WORK ITEM:
Beginning with the first line and ending with the one containing "await agent.get('/api/auth/csrf')", copy the lines of the listing below exactly; omit everything else.

DATA TO USE:
Content starts

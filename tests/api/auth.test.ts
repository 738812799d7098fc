import { afterAll, describe, expect, it } from 'vitest'
import request from 'supertest'
import { client, closeTestApp, makeUser, signedIn, testApp, uniqueEmail, TEST_PASSWORD } from '../helpers/api'
import { QueryTypes } from 'sequelize'
import { db } from '../../server/db/sequelize'

afterAll(closeTestApp)

describe('POST /api/auth/register', () => {
  it('creates a listener, signs them in and answers 201 with the public user', async () => {
    const c = await client()
    const email = uniqueEmail('Rosalind')
    const res = await c.post('/api/auth/register', { email, password: 'a-long-passphrase-1', name: 'Rosalind Quarshie' }).expect(201)
    expect(res.body).toEqual({ id: expect.any(String), email: email.toLowerCase(), name: 'Rosalind Quarshie', role: 'listener' })
    expect(res.body.passwordHash).toBeUndefined()
    const me = await c.get('/api/auth/me').expect(200)
    expect(me.body.email).toBe(email.toLowerCase())
  })
  it('when the password is shorter than 12 characters, answers 400 with the field path', async () => {
    const c = await client()
    const res = await c.post('/api/auth/register', { email: uniqueEmail('short'), password: 'elevenchars', name: 'Short Pass' }).expect(400)
    expect(res.body.error.code).toBe('invalid')
    expect(res.body.error.fields).toEqual([{ path: 'password', message: expect.stringContaining('12') }])
  })
  it('when the e-mail is taken (in any letter case), answers 409', async () => {
    const existing = await makeUser('listener')
    const c = await client()
    const res = await c.post('/api/auth/register', { email: existing.email.toUpperCase(), password: 'a-long-passphrase-1', name: 'Copy Cat' }).expect(409)
    expect(res.body.error.code).toBe('email_taken')
  })
  it('without the CSRF header, answers 403 and creates nothing', async () => {
    const email = uniqueEmail('nocsrf')
    const agent = request.agent(testApp())
    await agent.get('/api/auth/csrf')
    const res = await agent.post('/api/auth/register').send({ email, password: 'a-long-passphrase-1', name: 'No Token' }).expect(403)
    expect(res.body.error.code).toBe('csrf')
    const c = await client()
    await c.post('/api/auth/login', { email, password: 'a-long-passphrase-1' }).expect(401)
  })
})

describe('POST /api/auth/login', () => {
  it('signs in with the right password and regenerates the session id', async () => {
    const u = await makeUser('advisor')
    const c = await client()
    const before = (await c.get('/api/auth/csrf')).headers['set-cookie']
    const res = await c.post('/api/auth/login', { email: u.email, password: TEST_PASSWORD }).expect(200)
    expect(res.body).toMatchObject({ id: u.id, role: 'advisor' })
    const cookie = String(res.headers['set-cookie'])
    expect(cookie).toMatch(/rw\.sid=/)
    expect(cookie).toMatch(/HttpOnly/i)
    expect(cookie).toMatch(/SameSite=Lax/i)
    expect(cookie).not.toEqual(String(before))
  })
  it('with a wrong password, answers 401 bad_credentials without saying which part was wrong', async () => {
    const u = await makeUser('listener')
    const c = await client()
    const res = await c.post('/api/auth/login', { email: u.email, password: 'not-the-password-at-all' }).expect(401)
    expect(res.body.error).toEqual({ code: 'bad_credentials', message: expect.any(String) })
    const res2 = await c.post('/api/auth/login', { email: uniqueEmail('nobody'), password: 'not-the-password-at-all' }).expect(401)
    expect(res2.body.error.message).toBe(res.body.error.message)
  })
  it('with a malformed body, answers 400 with field paths', async () => {
    const c = await client()
    const res = await c.post('/api/auth/login', { email: 'not-an-email' }).expect(400)
    expect(res.body.error.fields.map((f: { path: string }) => f.path).sort()).toEqual(['email', 'password'])
  })
  it('with a body that is not JSON, answers 400 invalid_json', async () => {
    const c = await client()
    const res = await c.agent.post('/api/auth/login').set('X-CSRF-Token', c.csrf).set('Content-Type', 'application/json').send('{"email":').expect(400)
    expect(res.body.error.code).toBe('invalid_json')
  })
})

describe('POST /api/auth/logout and GET /api/auth/me', () => {
  it('me answers 401 when signed out', async () => {
    const res = await request(testApp()).get('/api/auth/me').expect(401)
    expect(res.body.error.code).toBe('signed_out')
  })
  it('logout ends the session', async () => {
    const { c } = await signedIn('supervisor')
    await c.get('/api/auth/me').expect(200)
    await c.post('/api/auth/logout').expect(204)
    await c.get('/api/auth/me').expect(401)
  })
  it('session answers 200 either way: the user when signed in, null when not (a signed-out page has no failing request)', async () => {
    expect((await request(testApp()).get('/api/auth/session').expect(200)).body).toEqual({ user: null })
    const { c } = await signedIn('advisor')
    const me = (await c.get('/api/auth/me').expect(200)).body
    expect((await c.get('/api/auth/session').expect(200)).body).toEqual({ user: me })
    await c.post('/api/auth/logout').expect(204)
    expect((await c.get('/api/auth/session').expect(200)).body).toEqual({ user: null })
  })
})

describe('staff accounts have one way in: an invitation', () => {
  it('POST /api/users is gone: a supervisor cannot create an advisor directly (404) and no account appears', async () => {
    const { c } = await signedIn('supervisor')
    const email = uniqueEmail('direct-staff')
    const res = await c.post('/api/users', { email, password: 'staff-passphrase-1', name: 'Odile Brenner', role: 'advisor' }).expect(404)
    expect(res.body.error.code).toBe('not_found')
    const rows = await db().query('SELECT 1 FROM users WHERE lower(email) = $1', { bind: [email], type: QueryTypes.SELECT })
    expect(rows).toHaveLength(0)
  })
})

describe('GET /api/health and unknown routes', () => {
  it('answers ok with the database up', async () => {
    const res = await request(testApp()).get('/api/health').expect(200)
    expect(res.body).toEqual({ ok: true, db: 'up' })
  })
  it('an unknown API route answers 404 JSON, never HTML', async () => {
    const res = await request(testApp()).get('/api/no-such-thing').expect(404)
    expect(res.body.error.code).toBe('not_found')
  })
  it('sets helmet security headers', async () => {
    const res = await request(testApp()).get('/api/health')
    expect(res.headers['x-content-type-options']).toBe('nosniff')
    expect(res.headers['content-security-policy']).toContain("default-src 'self'")
    expect(res.headers['x-powered-by']).toBeUndefined()
  })
})

describe('GET/PATCH /api/auth/preferences', () => {
  it('a listener switches to imperial units and turns off non-essential e-mails; the choice is kept', async () => {
    const { c } = await signedIn('listener')
    expect((await c.get('/api/auth/preferences').expect(200)).body).toEqual({ units: 'metric', emailOptional: true })
    await c.patch('/api/auth/preferences', { units: 'imperial', emailOptional: false }).expect(200)
    expect((await c.get('/api/auth/preferences').expect(200)).body).toEqual({ units: 'imperial', emailOptional: false })
  })
  it('an unknown unit answers 400 with the field path', async () => {
    const { c } = await signedIn('listener')
    const res = await c.patch('/api/auth/preferences', { units: 'cubits' }).expect(400)
    expect(res.body.error.fields[0].path).toBe('units')
  })
  it('signed out answers 401', async () => {
    const c = await client()
    await c.get('/api/auth/preferences').expect(401)
  })
})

Content ends

ANSWER TO THIS TASK:
filename tests/api/auth.test.ts
repository 738812799d7098fc
import { afterAll, describe, expect, it } from 'vitest'
import request from 'supertest'
import { client, closeTestApp, makeUser, signedIn, testApp, uniqueEmail, TEST_PASSWORD } from '../helpers/api'
import { QueryTypes } from 'sequelize'
import { db } from '../../server/db/sequelize'

afterAll(closeTestApp)

describe('POST /api/auth/register', () => {
  it('creates a listener, signs them in and answers 201 with the public user', async () => {
    const c = await client()
    const email = uniqueEmail('Rosalind')
    const res = await c.post('/api/auth/register', { email, password: 'a-long-passphrase-1', name: 'Rosalind Quarshie' }).expect(201)
    expect(res.body).toEqual({ id: expect.any(String), email: email.toLowerCase(), name: 'Rosalind Quarshie', role: 'listener' })
    expect(res.body.passwordHash).toBeUndefined()
    const me = await c.get('/api/auth/me').expect(200)
    expect(me.body.email).toBe(email.toLowerCase())
  })
  it('when the password is shorter than 12 characters, answers 400 with the field path', async () => {
    const c = await client()
    const res = await c.post('/api/auth/register', { email: uniqueEmail('short'), password: 'elevenchars', name: 'Short Pass' }).expect(400)
    expect(res.body.error.code).toBe('invalid')
    expect(res.body.error.fields).toEqual([{ path: 'password', message: expect.stringContaining('12') }])
  })
  it('when the e-mail is taken (in any letter case), answers 409', async () => {
    const existing = await makeUser('listener')
    const c = await client()
    const res = await c.post('/api/auth/register', { email: existing.email.toUpperCase(), password: 'a-long-passphrase-1', name: 'Copy Cat' }).expect(409)
    expect(res.body.error.code).toBe('email_taken')
  })
  it('without the CSRF header, answers 403 and creates nothing', async () => {
    const email = uniqueEmail('nocsrf')
    const agent = request.agent(testApp())
    await agent.get('/api/auth/csrf')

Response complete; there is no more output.